L’album démarre dans un frimas peu jovial. Crazy Horse, en effet, est un vent de guitares givrées sous lequel déferlent, vitesse grand V, telles une bande-annonce, les aventures de Lola – épopée en solitaire et martyre au féminin qui culmineront sur la fin du morceau en pur délire assassin. Société, c’est sûr, tu n’emporteras pas ce 45 tours au paradis. Pas plus que l’Eglise et ses adhérents, d’ailleurs, ne danseront la gigue sur le mémorable Au diable Dieu. On dirait qu’on avance dans ce disque comme sous le soleil d’hiver. Des portes claquent, des gifles aussi. Dans Delta, Brigitte chante son propre corps transmué. De la pure poésie, vous l’aurez bien compris, où l’on vante l’amour et le sexe à plus de soixante ans. Et nota bene, parental advisory, s’il vous plaît. En filigrane, les barbeaux et les kékés sont gentiment mis au pilori. Sans oublier le pied de nez, l’air de ne pas y toucher, aux poids-lourds de la punchline – désolé Booba, et Rohff rendez-vous chez les beaufs, vous faites juste pas le poids. Sur la lancée, J’ai l’honneur d’être est une fin de non recevoir sèchement troussée, à l’adresse des détracteurs anonymes et autres personnes mal intentionnées. Cela dit, après avoir réglé quelques comptes, rien n’empêchera Madame Fontaine de danser car un peu plus loin, finalement, J’aime envoie les vilains valser et la chanteuse déploie sa garde-robe sous nos yeux comme une garde rapprochée. Son art ressemble alors à une véritable fête où, sur un air de bastringue signé Areski Belkacem, Eros canaille et alcool malin convolent en folles noces dans le tourbillon des jours.

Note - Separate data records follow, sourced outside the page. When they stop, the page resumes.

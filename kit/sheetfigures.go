// The build sheet's step figures, drawn from the design: the lock tail in
// the former's lock hole, the winding direction seen from the open end,
// the matching strip's flat pattern and its rise above the plate, the
// reflector's top face and the feed in section at the plate. Each figure
// is small, not to scale across figures, and carries its dimensions as
// text so a reader (and a test) finds the numbers on the page.

package kit

import (
	"fmt"
	"math"

	"coilwright/cam/geom"
	"coilwright/cam/pdf"
	"coilwright/parts"
	"coilwright/parts/cutlist"
	"coilwright/parts/flat"
	"coilwright/parts/sheet"
	"coilwright/parts/spec"
)

// stepFigureHeight is the most a step figure takes on the page, mm.
const stepFigureHeight = 62.0

// stepFigures returns the figures to print after the steps with the
// given titles, in the order the steps come.
func (k *Kit) stepFigures(b *sheet.BuildSheet) map[string][]pdf.Figure {
	d, cl := k.Design, k.cutList
	out := map[string][]pdf.Figure{}
	add := func(title string, f pdf.Figure, ok bool) {
		if ok {
			out[title] = append(out[title], f)
		}
	}
	add("Lock its end in the former", k.lockFigure(), k.Former.Path.StartRadius > 0)
	add("Lock its end in the former", windingFigure(d), true)
	if d.Patterns != nil && d.Patterns.Wedge != nil {
		add("Solder the wedge under the start of the winding", stripFigure(d.Patterns.Wedge), true)
	}
	if d.Patterns != nil && d.Patterns.Reflector != nil {
		add("Prepare the reflector", reflectorFigure(d), true)
	}
	add("feed", feedFigure(d, cl), true)
	return out
}

// arc returns n+1 points of the circle of radius r about c from angle a0
// to a1 (radians).
func arc(c geom.Vec2, r, a0, a1 float64, n int) geom.Polyline {
	pl := make(geom.Polyline, n+1)
	for i := range pl {
		a := a0 + (a1-a0)*float64(i)/float64(n)
		pl[i] = geom.Vec2{X: c.X + r*math.Cos(a), Y: c.Y + r*math.Sin(a)}
	}
	return pl
}

// arrowHead returns a closed triangle with its tip at tip pointing along
// dir, size long.
func arrowHead(tip, dir geom.Vec2, size float64) geom.Polyline {
	n := math.Hypot(dir.X, dir.Y)
	ux, uy := dir.X/n, dir.Y/n
	back := geom.Vec2{X: tip.X - ux*size, Y: tip.Y - uy*size}
	w := size * 0.35
	return geom.Polyline{tip, {X: back.X - uy*w, Y: back.Y + ux*w}, {X: back.X + uy*w, Y: back.Y - ux*w}}
}

func rect(x0, y0, x1, y1 float64) geom.Polyline {
	return geom.Polyline{{X: x0, Y: y0}, {X: x1, Y: y0}, {X: x1, Y: y1}, {X: x0, Y: y1}}
}

// handSense is +1 when the wire turns counter-clockwise seen from the open
// end (right hand), −1 clockwise.
func handSense(d *parts.Design) float64 {
	if d.Coil.Hand == parts.LeftHand {
		return -1
	}
	return 1
}

func handTurn(d *parts.Design) string {
	if handSense(d) > 0 {
		return "counter-clockwise"
	}
	return "clockwise"
}

// lockFigure draws the start of the former's groove seen along the axis:
// the core, the radial lock hole, the wire in the groove and its lock tail
// bent at a right angle into the hole, mark A at the mouth.
func (k *Kit) lockFigure() pdf.Figure {
	d, p, w := k.Design, k.printed().Params, k.cutList.Wire
	wd := p.Wire
	r := k.Former.Path.StartRadius // wire centre in the groove
	bottom := r - wd/2
	core := bottom + p.GrooveDepth
	holeIn := r - k.lockRoom()
	half := (wd + p.Clearance) / 2
	sense := handSense(d)
	up := math.Pi / 2
	span := 0.9 // radians of groove drawn
	o := geom.Vec2{}
	// The mouth at the top; the tail runs down the hole towards the axis.
	// A tail longer than the hole is cut to the hole's depth first (the
	// lock end is cut down to the feed lead after winding anyway).
	tail, tailText, cutNote := w.LockTailMM, fmt.Sprintf("tail %.1f", w.LockTailMM), ""
	if note, cut := k.lockCut(); note != "" {
		tail = cut
		tailText = fmt.Sprintf("tail %.1f (cut from %.1f)", tail, w.LockTailMM)
		cutNote = " " + note
	}
	paths := []pdf.FigurePath{
		{Points: arc(o, core, up-1.3*span, up+1.3*span, 64), Gray: 0.8},
		{Points: arc(o, bottom, up-1.3*span, up+1.3*span, 64), Gray: 0.4, Dash: 1},
		{Points: rect(-half, holeIn, half, core+0.3), Closed: true, Fill: true, FillGray: 0.15, Gray: 0.8},
		{Points: arc(o, r, up, up+sense*span, 48), StrokeMM: wd, Gray: 0.7},
		{Points: geom.Polyline{{X: 0, Y: r}, {X: 0, Y: r - tail}}, StrokeMM: wd, Gray: 0.85},
	}
	// A short bar across the wire at the mouth: mark A.
	paths = append(paths, pdf.FigurePath{Points: geom.Polyline{{X: -1.6 * wd, Y: core}, {X: 1.6 * wd, Y: core}}, StrokeMM: 0.25 * wd, Gray: 1})
	dims := []geom.Dimension{
		{A: geom.Vec2{X: 0, Y: r}, B: geom.Vec2{X: 0, Y: r - tail}, Offset: sense * (half + 8*wd), Text: tailText},
		{A: geom.Vec2{X: 0, Y: core}, B: geom.Vec2{X: 0, Y: holeIn}, Offset: sense * (half + 3*wd), Text: fmt.Sprintf("hole %.1f deep", core-holeIn)},
	}
	end := arc(o, core+2.5*wd, up+sense*span, up+sense*span, 1)[0]
	labels := []pdf.FigureLabel{
		{At: geom.Vec2{X: 0, Y: core + 4*wd}, Text: "A", Size: 11, Bold: true, Center: true},
		{At: geom.Vec2{X: 0, Y: core + 2.2*wd}, Text: "mark A at the hole's mouth", Center: true},
		{At: end, Text: "wire on in the groove", Center: true},
		{At: geom.Vec2{X: sense * (half + 0.5*wd), Y: holeIn - 1.5*wd}, Text: "lock hole", Right: sense < 0},
	}
	caption := fmt.Sprintf("Lock tail, seen along the former's axis (mm, not to scale with the other figures): bend the lock end at a right angle at mark A and push it down the lock hole until mark A sits at the hole's mouth; the wire then runs along the groove.%s", cutNote)
	if w.CentreFed && cutNote == "" {
		// The channel runs in to the axis (and past it when the lead is
		// longer than the former's start radius): mark the axis.
		paths = append(paths, pdf.FigurePath{Points: geom.Polyline{{X: -2 * half, Y: 0}, {X: 2 * half, Y: 0}}, StrokeMM: 0.1, Gray: 1},
			pdf.FigurePath{Points: geom.Polyline{{X: 0, Y: -2 * half}, {X: 0, Y: 2 * half}}, StrokeMM: 0.1, Gray: 1})
		labels[3].Text = "lead channel"
		labels = append(labels, pdf.FigureLabel{At: geom.Vec2{X: -sense * (2*half + 0.5*wd), Y: 0}, Text: "axis", Right: sense > 0})
		dims[0].Text, dims[0].Offset = fmt.Sprintf("feed lead %.1f", tail), sense*(half+14*wd)
		labels[1].Text = "mark A at the channel's mouth"
		caption = "Lock end, seen along the former's axis (mm, not to scale with the other figures): this coil is centre-fed, so the lock hole is the feed lead's channel, running in to the axis. Bend the lock end at a right angle at mark A and push it down the channel until mark A sits at its mouth; the wire then runs along the groove, and the lock end is the feed lead."
	}
	return pdf.Figure{Paths: paths, Dimensions: dims, Labels: labels, Height: stepFigureHeight, Caption: caption}
}

// windingFigure draws the coil seen from its open end with the way the
// wire turns as it rises, the hand written on it.
func windingFigure(d *parts.Design) pdf.Figure {
	c := d.Coil
	sense := handSense(d)
	o := geom.Vec2{}
	rb, rt := c.StartRadius, c.EndRadius
	paths := []pdf.FigurePath{
		{Points: arc(o, rb, 0, 2*math.Pi, 96), Closed: true, Gray: 0.8, StrokeMM: d.Spec.Wire.DiameterMM},
	}
	if math.Abs(rt-rb) > 0.5 {
		paths = append(paths, pdf.FigurePath{Points: arc(o, rt, 0, 2*math.Pi, 96), Closed: true, Gray: 0.45, Dash: 1.2})
	}
	// The arrow: three quarters of a turn from the start, inside the coil.
	ra := 0.72 * math.Min(rb, rt)
	a1 := sense * 1.5 * math.Pi
	pts := arc(o, ra, 0, a1, 72)
	tip := pts[len(pts)-1]
	dir := geom.Vec2{X: -math.Sin(a1) * sense, Y: math.Cos(a1) * sense}
	size := 0.22 * ra
	paths = append(paths, pdf.FigurePath{Points: pts[:len(pts)-3], StrokeMM: 0.06 * ra, Gray: 1},
		pdf.FigurePath{Points: arrowHead(tip, dir, size), Closed: true, Fill: true, FillGray: 1, Gray: 1})
	// The start (feed end) at angle 0.
	paths = append(paths, pdf.FigurePath{Points: geom.Polyline{{X: rb - 0.12*rb, Y: 0}, {X: rb + 0.12*rb, Y: 0}}, StrokeMM: 0.04 * rb, Gray: 1})
	labels := []pdf.FigureLabel{
		{At: geom.Vec2{X: 0, Y: -0.15 * ra}, Text: d.Coil.Hand.String(), Size: 12, Bold: true, Center: true},
		{At: geom.Vec2{X: 0, Y: 1.3 * rb}, Text: "seen from the open end: " + handTurn(d) + " as it rises", Center: true},
		{At: geom.Vec2{X: rb * 1.2, Y: -0.05 * rb}, Text: "start (feed)"},
	}
	dims := []geom.Dimension{{A: geom.Vec2{X: -rb, Y: 0}, B: geom.Vec2{X: rb, Y: 0}, Offset: -1.25 * rb, Text: fmt.Sprintf("Ø%.2f wire centre at the base", 2*rb)}}
	return pdf.Figure{Paths: paths, Dimensions: dims, Labels: labels, Height: stepFigureHeight,
		Caption: fmt.Sprintf("Winding direction, seen from the open end looking down at the reflector: a %s coil turns %s as it rises away from the reflector. Wind the former the same way.", d.Coil.Hand, handTurn(d))}
}

// stripFigure draws the matching strip's flat pattern with its feed end
// marked, and under it the strip's rise above the plate along its length
// as it follows the first part of the turn.
func stripFigure(w *flat.Wedge) pdf.Figure {
	outline := w.Outline.Flatten(0.02)
	paths := []pdf.FigurePath{{Points: outline, Closed: true, Fill: true, FillGray: 0.2, Gray: 1}}
	box := geom.EmptyBox2()
	for _, p := range outline {
		box = box.Extend(p)
	}
	// The rise: heights of the strip's underside along s, drawn below the
	// pattern over the plate's top face.
	base := box.Min.Y - 2*w.FeedWidth - maxHeight(w)
	rise := make(geom.Polyline, len(w.Stations))
	for i, st := range w.Stations {
		rise[i] = geom.Vec2{X: st.S, Y: base + st.Height}
	}
	last := w.Stations[len(w.Stations)-1]
	paths = append(paths,
		pdf.FigurePath{Points: geom.Polyline{{X: -1, Y: base}, {X: last.S + 1, Y: base}}, StrokeMM: 0.15, Gray: 1},
		pdf.FigurePath{Points: rise, StrokeMM: 0.1, Gray: 0.85})
	first := w.Stations[0]
	// The outline runs down one side and back up the other: its first
	// and last vertices are the feed end's corners, the middle two the
	// far end's.
	v := w.Outline.Vertices
	n := len(v) / 2
	f0, f1, e0, e1 := v[0].P, v[len(v)-1].P, v[n-1].P, v[n].P
	feedMid := geom.Vec2{X: (f0.X + f1.X) / 2, Y: (f0.Y + f1.Y) / 2}
	dims := []geom.Dimension{
		{A: f0, B: f1, Offset: 0.8 * w.FeedWidth, Text: fmt.Sprintf("%.2f", w.FeedWidth)},
		{A: e0, B: e1, Offset: 0.8 * w.FeedWidth, Text: fmt.Sprintf("%.2f far end", w.EndWidth)},
		{A: geom.Vec2{X: first.S, Y: base}, B: geom.Vec2{X: first.S, Y: base + first.Height}, Offset: 0.8 * w.FeedWidth, Text: fmt.Sprintf("%.2f above the plate at the feed", first.Height)},
		{A: geom.Vec2{X: last.S, Y: base + last.Height}, B: geom.Vec2{X: last.S, Y: base}, Offset: 0.8 * w.FeedWidth, Text: fmt.Sprintf("%.2f at the far end", last.Height)},
	}
	labels := []pdf.FigureLabel{
		{At: geom.Vec2{X: feedMid.X, Y: feedMid.Y + 0.9*w.FeedWidth}, Text: "FEED END", Bold: true, Right: true},
		{At: geom.Vec2{X: (box.Min.X + box.Max.X) / 2, Y: box.Min.Y - 0.5*w.FeedWidth}, Text: fmt.Sprintf("%.2f along the centreline", w.Length), Center: true},
		{At: geom.Vec2{X: last.S / 2, Y: base - 0.45*w.FeedWidth}, Text: "plate's top face (strip's rise along its length)", Center: true},
	}
	return pdf.Figure{Paths: paths, Dimensions: dims, Labels: labels, Height: stepFigureHeight,
		Caption: fmt.Sprintf("Matching strip (mm): above, the flat pattern as cut, feed end at the left (the tick on the template); below, its underside's height above the plate along its length, at the same length scale. Bend it by hand to follow the underside of the first %.0f° of wire as the wire rises, its flat face parallel to the plate, the feed end at the feed.", last.Phi*180/math.Pi)}
}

Madame Fontaine, s’il est désormais de notoriété publique que vous haïssez l’Orangina et l’affreux Coca-Cola, quant à nous, c’est simplement avec joie que nous venons boire de votre eau. Il est d’ailleurs tellement rafraîchissant de découvrir sur le tard, sans l’avoir vu venir, que Les hommes préfèrent les hommes. Car Brigitte nous l’avoue simplement, au détour d’une chanson, et nous offre au passage, par procuration, un coming out comme qui dirait, euh, général. Rapide et bien envoyé, à consommer sur place ou à emporter. Que voulez-vous, on a le coming out qu’on mérite. En l’occurrence, c’est violemment sociologique et c’est aussi simple qu’un refrain. À écouter sans modération.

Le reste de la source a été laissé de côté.